On Behalf of Cooper & Cooper Law Offices, PLLC | Jul 10, 2026 | Estate Planning |

Many people with special needs count on government assistance programs. These can include things like Medicaid or Social Security.

But when they apply for these benefits, there are restrictions placed upon them based on their income and assets. They essentially have to pass a means test. If they have too many assets or their income level is too high, they are not going to qualify.

This can sometimes be problematic when an elderly individual passes away and leaves that beneficiary an inheritance in their will. If the inheritance is large enough, it could raise their asset level so high that they are disqualified from the benefits they need. This often means that they first have to spend the inheritance down and then reapply.
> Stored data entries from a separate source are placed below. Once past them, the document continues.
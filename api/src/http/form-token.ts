import { createHmac, randomBytes, timingSafeEqual } from 'node:crypto';
import type { RequestHandler, Request, Response } from 'express';
import { AppError } from '@shared/errors';
import type { Config } from '../config';

const cookieName = 'XSRF-TOKEN';
const headerName = 'x-xsrf-token';

/**
 * Double-submit token: a signed random value in a cookie that only our own pages can read, sent back in a header with
 * every changing call (OWASP Cross-Site Request Forgery Prevention, "signed double-submit cookie").
 */
export function formToken(config: Config): { middleware: RequestHandler; renew: (res: Response) => void } {
  const sign = (value: string) =>
    createHmac('sha256', config.SESSION_SECRET).update(`form:${value}`).digest('base64url');
  const valid = (token: string) => {
    const [value = '', signature = ''] = token.split('.');
    return equal(signature, sign(value));
  };
  const renew = (res: Response) => {
    const value = randomBytes(18).toString('base64url');
    res.cookie(cookieName, `${value}.${sign(value)}`, {
      sameSite: 'lax',
      secure: config.PUBLIC_URL.startsWith('https:'),
      path: '/',
    });
  };
  const middleware: RequestHandler = (req, res, next) => {
    const cookie = readCookie(req, cookieName);
    if (['GET', 'HEAD', 'OPTIONS'].includes(req.method)) {
      if (!cookie || !valid(cookie)) renew(res);
      return next();
    }
    const header = req.get(headerName);
    if (!cookie || !header || !equal(cookie, header) || !valid(cookie))
      throw new AppError('bad-token', 'Reload the page and try again.');
    next();
  };
  return { middleware, renew };
}

function readCookie(req: Request, name: string): string | null {
  for (const part of (req.get('cookie') ?? '').split(';')) {
    const [key, value] = part.trim().split('=', 2);
    if (key === name && value !== undefined) return decodeURIComponent(value);
  }
  return null;
}

function equal(a: string, b: string): boolean {
  const left = Buffer.from(a);
  const right = Buffer.from(b);
  return left.length === right.length && timingSafeEqual(left, right);
}
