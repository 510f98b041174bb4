import type { Role } from '@shared/contract';

/** Who asks: read fresh from the database at every request, so a changed role holds at once. */
export interface Actor {
  readonly id: number;
  readonly name: string;
  readonly email: string;
  readonly roles: readonly Role[];
  readonly zone: string;
}

export const has = (actor: Actor, ...roles: readonly Role[]): boolean =>
  roles.some((role) => actor.roles.includes(role));
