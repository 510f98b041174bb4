import { BreakpointObserver } from '@angular/cdk/layout';
import { ChangeDetectionStrategy, Component, computed, inject, signal } from '@angular/core';
import { toSignal } from '@angular/core/rxjs-interop';
import { MatIconButton } from '@angular/material/button';
import { MatIcon } from '@angular/material/icon';
import { Router, RouterLink, RouterLinkActive, RouterOutlet } from '@angular/router';
import { map } from 'rxjs';
import { SessionStore } from '../../core/session/session-store';
import { SchemePreference, type Scheme } from '../../core/scheme-preference';
import { BrandMark } from '../../ui/brand-mark/brand-mark';
import { focusHeadingOnNavigation } from './focus-heading';
import { placesFor } from './places-for';

/** The frame of every page of who is signed in: navigation at the side, on a phone behind the menu at the top. */
@Component({
  selector: 'db-shell',
  imports: [BrandMark, MatIcon, MatIconButton, RouterLink, RouterLinkActive, RouterOutlet],
  templateUrl: './shell.html',
  styleUrl: './shell.scss',
  host: { '(keydown.escape)': 'isMenuOpen.set(false)' },
  changeDetection: ChangeDetectionStrategy.OnPush,
})
export class Shell {
  private readonly session = inject(SessionStore);
  private readonly router = inject(Router);
  private readonly schemes = inject(SchemePreference);

  protected readonly isPhone = toSignal(
    inject(BreakpointObserver)
      .observe('(max-width: 760px)')
      .pipe(map((state) => state.matches)),
    { initialValue: false },
  );
  protected readonly isMenuOpen = signal(false);
  protected readonly me = this.session.me;
  protected readonly isDemo = this.session.isDemo;
  protected readonly circleName = this.session.circleName;
  protected readonly places = computed(() => placesFor(this.session.roles()));
  protected readonly scheme = this.schemes.scheme;
  protected readonly schemeIcon = computed(() => schemeLooks[this.scheme()].icon);
  protected readonly schemeText = computed(() => schemeLooks[this.scheme()].text);

  constructor() {
    focusHeadingOnNavigation();
  }

  protected skipToMain(event: Event, main: HTMLElement): void {
    event.preventDefault();
    main.focus();
    main.scrollIntoView();
  }

  protected nextScheme(): void {
    this.schemes.choose(schemeLooks[this.scheme()].next);
  }

  protected async signOut(): Promise<void> {
    await this.session.signOut();
    await this.router.navigateByUrl('/sign-in');
  }
}

const schemeLooks: Readonly<Record<Scheme, { icon: string; text: string; next: Scheme }>> = {
  auto: { icon: 'half', text: 'Colors: as the device', next: 'light' },
  light: { icon: 'sun', text: 'Colors: light', next: 'dark' },
  dark: { icon: 'moon', text: 'Colors: dark', next: 'auto' },
};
A special needs trust does not count

The advantage of putting the inheritance into a special needs trust, instead of leaving it directly in a will, is that it does not count toward the person’s personal assets. Instead, it is the trust that owns the assets, so the money in that trust does not count toward the beneficiary’s total net worth.

Ideally, a special needs trust also allows the trustee to make decisions about how to use the funds. They can consider what areas are covered by government benefits, for example, and then use the funds from the trust to help the beneficiary address other costs that may not be covered.

In other words, careful planning can help an inheritance go a long way without the unintended consequence of disqualifying someone from the benefits they need. If you are drafting an estate plan, make sure you know exactly what legal options you have at this time.